* [Exercise objective]
Starting at the line that holds "filename src/judge/reading/unary.rs" and stopping at the line that holds "AFIPS Spring Joint", restate the records below word for word, with both of those lines included.

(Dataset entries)

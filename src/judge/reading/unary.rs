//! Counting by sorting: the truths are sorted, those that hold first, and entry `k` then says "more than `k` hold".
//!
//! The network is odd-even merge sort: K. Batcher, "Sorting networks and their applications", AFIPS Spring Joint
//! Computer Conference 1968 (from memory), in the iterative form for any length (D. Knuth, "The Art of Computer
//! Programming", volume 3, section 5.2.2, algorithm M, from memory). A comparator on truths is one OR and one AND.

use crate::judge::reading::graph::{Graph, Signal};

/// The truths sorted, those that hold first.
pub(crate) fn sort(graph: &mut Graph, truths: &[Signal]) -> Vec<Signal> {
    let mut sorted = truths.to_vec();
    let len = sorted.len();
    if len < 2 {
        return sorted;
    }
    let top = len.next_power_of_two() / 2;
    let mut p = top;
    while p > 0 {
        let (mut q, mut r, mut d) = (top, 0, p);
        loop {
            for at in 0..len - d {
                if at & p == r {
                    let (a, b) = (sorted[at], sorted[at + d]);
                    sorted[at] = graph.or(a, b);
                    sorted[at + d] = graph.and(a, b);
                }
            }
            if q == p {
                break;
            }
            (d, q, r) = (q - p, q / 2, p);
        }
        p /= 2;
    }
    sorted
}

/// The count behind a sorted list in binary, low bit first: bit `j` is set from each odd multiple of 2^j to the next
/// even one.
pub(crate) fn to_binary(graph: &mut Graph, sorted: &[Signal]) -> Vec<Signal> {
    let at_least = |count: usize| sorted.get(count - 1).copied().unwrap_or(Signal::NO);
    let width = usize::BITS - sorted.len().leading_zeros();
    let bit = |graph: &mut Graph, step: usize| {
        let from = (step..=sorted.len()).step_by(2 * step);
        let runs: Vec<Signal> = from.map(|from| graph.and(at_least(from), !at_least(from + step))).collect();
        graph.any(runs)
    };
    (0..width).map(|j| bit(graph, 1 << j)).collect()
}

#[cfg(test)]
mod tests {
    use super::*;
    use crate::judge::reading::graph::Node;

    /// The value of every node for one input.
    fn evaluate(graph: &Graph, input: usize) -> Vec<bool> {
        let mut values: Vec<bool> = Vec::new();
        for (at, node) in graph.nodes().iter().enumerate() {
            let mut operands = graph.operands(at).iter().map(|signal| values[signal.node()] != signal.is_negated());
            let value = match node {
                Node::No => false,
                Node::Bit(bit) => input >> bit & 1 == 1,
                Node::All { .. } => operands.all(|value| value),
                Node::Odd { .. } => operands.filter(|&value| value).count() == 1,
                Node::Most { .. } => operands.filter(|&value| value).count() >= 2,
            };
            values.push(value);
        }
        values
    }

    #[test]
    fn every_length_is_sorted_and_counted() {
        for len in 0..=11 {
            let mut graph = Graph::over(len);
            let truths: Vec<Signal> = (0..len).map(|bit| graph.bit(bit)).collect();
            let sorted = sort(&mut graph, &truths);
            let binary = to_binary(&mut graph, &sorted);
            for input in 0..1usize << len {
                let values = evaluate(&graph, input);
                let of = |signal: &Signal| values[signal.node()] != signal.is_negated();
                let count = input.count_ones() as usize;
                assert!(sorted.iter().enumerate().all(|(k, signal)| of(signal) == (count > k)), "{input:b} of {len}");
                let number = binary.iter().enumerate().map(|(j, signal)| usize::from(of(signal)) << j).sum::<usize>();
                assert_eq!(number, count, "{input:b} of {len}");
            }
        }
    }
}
--
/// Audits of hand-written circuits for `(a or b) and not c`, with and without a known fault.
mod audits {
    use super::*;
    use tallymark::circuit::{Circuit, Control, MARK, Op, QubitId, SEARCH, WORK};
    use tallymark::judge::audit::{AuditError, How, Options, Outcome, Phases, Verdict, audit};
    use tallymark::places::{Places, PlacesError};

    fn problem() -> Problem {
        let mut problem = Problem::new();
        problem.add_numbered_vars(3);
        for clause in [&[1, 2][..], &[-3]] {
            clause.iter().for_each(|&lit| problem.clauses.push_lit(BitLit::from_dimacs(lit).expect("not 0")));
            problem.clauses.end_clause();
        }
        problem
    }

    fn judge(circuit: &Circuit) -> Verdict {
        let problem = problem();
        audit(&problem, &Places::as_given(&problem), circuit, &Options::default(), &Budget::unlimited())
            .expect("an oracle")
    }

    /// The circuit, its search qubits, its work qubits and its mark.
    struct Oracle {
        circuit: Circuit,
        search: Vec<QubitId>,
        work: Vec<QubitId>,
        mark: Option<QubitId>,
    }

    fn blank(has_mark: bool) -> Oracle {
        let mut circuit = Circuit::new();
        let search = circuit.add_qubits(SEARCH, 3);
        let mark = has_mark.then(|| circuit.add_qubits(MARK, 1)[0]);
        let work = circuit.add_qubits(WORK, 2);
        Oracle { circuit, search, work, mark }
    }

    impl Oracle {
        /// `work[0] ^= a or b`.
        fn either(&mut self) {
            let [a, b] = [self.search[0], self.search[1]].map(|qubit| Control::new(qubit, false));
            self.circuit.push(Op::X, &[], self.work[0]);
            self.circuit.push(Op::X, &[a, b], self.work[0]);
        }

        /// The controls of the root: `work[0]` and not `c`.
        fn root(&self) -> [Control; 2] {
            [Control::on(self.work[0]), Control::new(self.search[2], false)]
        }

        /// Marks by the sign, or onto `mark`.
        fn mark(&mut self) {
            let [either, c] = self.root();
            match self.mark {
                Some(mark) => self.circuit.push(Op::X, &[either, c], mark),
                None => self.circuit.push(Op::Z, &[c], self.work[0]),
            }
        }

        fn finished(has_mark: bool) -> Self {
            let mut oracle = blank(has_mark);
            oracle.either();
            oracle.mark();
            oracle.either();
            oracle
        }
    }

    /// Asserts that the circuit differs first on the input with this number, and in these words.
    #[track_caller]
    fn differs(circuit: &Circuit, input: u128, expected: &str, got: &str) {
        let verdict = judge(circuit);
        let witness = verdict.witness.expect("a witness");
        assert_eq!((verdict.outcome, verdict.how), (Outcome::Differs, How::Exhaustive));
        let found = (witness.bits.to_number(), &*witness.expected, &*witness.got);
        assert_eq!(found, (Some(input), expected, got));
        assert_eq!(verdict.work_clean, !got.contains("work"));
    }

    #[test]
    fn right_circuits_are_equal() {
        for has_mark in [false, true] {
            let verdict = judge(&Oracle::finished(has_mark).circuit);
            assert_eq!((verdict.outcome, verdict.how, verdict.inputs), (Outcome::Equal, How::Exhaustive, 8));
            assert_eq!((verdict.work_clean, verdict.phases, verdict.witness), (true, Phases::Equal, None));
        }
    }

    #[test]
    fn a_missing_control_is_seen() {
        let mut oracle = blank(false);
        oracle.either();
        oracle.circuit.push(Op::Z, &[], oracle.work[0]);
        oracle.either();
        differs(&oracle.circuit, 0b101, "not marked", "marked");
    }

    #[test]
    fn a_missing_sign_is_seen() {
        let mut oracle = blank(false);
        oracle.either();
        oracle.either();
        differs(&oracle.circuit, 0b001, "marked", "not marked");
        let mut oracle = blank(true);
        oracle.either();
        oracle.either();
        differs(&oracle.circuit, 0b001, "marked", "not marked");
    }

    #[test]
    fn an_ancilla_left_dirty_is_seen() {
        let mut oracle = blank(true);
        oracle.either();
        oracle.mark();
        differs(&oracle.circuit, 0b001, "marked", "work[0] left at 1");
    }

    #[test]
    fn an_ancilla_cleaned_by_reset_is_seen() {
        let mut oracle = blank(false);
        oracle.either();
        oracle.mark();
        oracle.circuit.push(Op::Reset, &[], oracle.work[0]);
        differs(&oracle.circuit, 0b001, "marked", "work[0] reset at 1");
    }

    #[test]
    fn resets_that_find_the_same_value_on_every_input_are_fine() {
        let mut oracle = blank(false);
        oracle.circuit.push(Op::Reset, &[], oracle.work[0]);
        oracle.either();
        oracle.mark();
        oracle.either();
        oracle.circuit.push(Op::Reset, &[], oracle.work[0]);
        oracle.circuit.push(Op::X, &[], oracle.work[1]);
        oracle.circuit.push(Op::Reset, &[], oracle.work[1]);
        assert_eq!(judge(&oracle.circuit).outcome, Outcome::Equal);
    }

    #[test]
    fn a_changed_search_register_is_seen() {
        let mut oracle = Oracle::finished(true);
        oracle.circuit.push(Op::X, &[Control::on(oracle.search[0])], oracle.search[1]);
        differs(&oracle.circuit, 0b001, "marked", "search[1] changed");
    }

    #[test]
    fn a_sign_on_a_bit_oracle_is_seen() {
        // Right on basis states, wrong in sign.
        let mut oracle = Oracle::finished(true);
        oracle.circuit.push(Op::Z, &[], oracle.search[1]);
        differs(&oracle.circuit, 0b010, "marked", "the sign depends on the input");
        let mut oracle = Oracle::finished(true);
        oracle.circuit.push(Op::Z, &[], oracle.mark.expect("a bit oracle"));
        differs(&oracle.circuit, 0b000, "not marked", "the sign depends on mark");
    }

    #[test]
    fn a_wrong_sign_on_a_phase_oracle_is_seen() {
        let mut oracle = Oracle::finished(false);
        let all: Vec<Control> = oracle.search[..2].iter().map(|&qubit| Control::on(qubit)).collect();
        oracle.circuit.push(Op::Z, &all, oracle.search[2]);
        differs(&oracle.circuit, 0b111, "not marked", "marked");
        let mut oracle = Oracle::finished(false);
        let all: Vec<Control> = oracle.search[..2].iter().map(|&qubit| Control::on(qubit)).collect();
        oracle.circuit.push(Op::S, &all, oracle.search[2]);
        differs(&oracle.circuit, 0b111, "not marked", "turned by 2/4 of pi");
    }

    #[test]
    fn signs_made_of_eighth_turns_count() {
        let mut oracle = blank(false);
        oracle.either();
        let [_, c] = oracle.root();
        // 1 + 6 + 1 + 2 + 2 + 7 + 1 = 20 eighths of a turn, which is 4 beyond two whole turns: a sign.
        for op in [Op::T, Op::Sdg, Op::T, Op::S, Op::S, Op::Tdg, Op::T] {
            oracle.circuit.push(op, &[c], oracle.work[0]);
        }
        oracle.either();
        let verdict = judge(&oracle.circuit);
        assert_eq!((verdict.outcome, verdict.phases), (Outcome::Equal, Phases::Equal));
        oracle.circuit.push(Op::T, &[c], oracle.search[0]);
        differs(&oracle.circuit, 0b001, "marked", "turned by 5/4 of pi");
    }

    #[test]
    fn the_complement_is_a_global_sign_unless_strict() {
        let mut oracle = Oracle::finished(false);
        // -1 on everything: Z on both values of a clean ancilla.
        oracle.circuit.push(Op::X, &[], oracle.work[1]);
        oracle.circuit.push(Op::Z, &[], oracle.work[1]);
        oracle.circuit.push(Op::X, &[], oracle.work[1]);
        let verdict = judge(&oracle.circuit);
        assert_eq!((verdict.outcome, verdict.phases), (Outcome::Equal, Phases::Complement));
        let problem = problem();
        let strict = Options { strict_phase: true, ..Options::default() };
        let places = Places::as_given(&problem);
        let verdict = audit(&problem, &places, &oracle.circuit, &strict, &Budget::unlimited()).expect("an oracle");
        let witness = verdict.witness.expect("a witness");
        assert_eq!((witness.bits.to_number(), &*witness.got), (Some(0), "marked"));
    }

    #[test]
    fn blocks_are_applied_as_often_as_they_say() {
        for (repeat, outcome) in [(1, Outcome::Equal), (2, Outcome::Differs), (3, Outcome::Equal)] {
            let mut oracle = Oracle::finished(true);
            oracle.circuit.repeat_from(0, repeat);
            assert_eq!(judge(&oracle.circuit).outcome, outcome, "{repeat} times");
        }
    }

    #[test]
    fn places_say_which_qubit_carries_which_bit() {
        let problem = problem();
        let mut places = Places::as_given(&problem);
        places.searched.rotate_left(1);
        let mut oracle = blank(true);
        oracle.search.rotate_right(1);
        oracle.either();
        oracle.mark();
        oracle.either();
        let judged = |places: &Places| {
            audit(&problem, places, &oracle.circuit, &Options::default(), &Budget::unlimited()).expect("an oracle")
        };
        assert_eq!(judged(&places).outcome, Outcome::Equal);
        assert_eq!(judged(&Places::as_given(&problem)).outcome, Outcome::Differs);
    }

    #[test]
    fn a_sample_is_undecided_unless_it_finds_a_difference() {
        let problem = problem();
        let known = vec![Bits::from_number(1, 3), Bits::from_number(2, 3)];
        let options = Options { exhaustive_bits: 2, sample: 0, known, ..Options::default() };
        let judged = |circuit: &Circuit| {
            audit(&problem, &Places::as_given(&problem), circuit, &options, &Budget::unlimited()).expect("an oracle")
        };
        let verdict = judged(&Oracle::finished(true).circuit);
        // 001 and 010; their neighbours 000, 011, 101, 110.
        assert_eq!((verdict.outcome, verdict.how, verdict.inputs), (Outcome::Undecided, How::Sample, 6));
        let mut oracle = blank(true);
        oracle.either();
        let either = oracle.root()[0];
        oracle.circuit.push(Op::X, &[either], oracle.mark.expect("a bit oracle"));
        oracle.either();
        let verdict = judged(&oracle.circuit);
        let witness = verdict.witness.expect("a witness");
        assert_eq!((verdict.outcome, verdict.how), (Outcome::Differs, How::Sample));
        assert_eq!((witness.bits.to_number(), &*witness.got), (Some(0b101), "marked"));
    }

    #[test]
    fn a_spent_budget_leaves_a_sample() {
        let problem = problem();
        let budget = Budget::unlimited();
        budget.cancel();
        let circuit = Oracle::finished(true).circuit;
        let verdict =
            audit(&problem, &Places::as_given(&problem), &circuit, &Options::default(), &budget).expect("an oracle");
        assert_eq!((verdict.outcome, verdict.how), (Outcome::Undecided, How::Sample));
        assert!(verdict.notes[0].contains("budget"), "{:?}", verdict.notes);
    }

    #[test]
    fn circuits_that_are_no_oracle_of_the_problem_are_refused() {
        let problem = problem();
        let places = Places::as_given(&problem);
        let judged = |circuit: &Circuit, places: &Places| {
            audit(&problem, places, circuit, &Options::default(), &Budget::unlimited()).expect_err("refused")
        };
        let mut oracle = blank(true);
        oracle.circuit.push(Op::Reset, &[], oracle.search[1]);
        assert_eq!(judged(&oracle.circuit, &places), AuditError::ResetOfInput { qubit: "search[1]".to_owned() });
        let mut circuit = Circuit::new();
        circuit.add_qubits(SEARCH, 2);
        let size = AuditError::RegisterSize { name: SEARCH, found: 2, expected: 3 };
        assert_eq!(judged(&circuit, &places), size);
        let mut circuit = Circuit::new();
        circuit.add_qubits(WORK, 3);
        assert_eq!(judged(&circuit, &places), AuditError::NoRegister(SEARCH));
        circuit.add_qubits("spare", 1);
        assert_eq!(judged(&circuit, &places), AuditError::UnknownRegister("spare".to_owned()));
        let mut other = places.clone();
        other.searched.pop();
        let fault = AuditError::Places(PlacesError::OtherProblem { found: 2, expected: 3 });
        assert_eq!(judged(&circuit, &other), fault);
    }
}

* [Output of the exercise]
filename src/judge/reading/unary.rs
//! Counting by sorting: the truths are sorted, those that hold first, and entry `k` then says "more than `k` hold".
//!
//! The network is odd-even merge sort: K. Batcher, "Sorting networks and their applications", AFIPS Spring Joint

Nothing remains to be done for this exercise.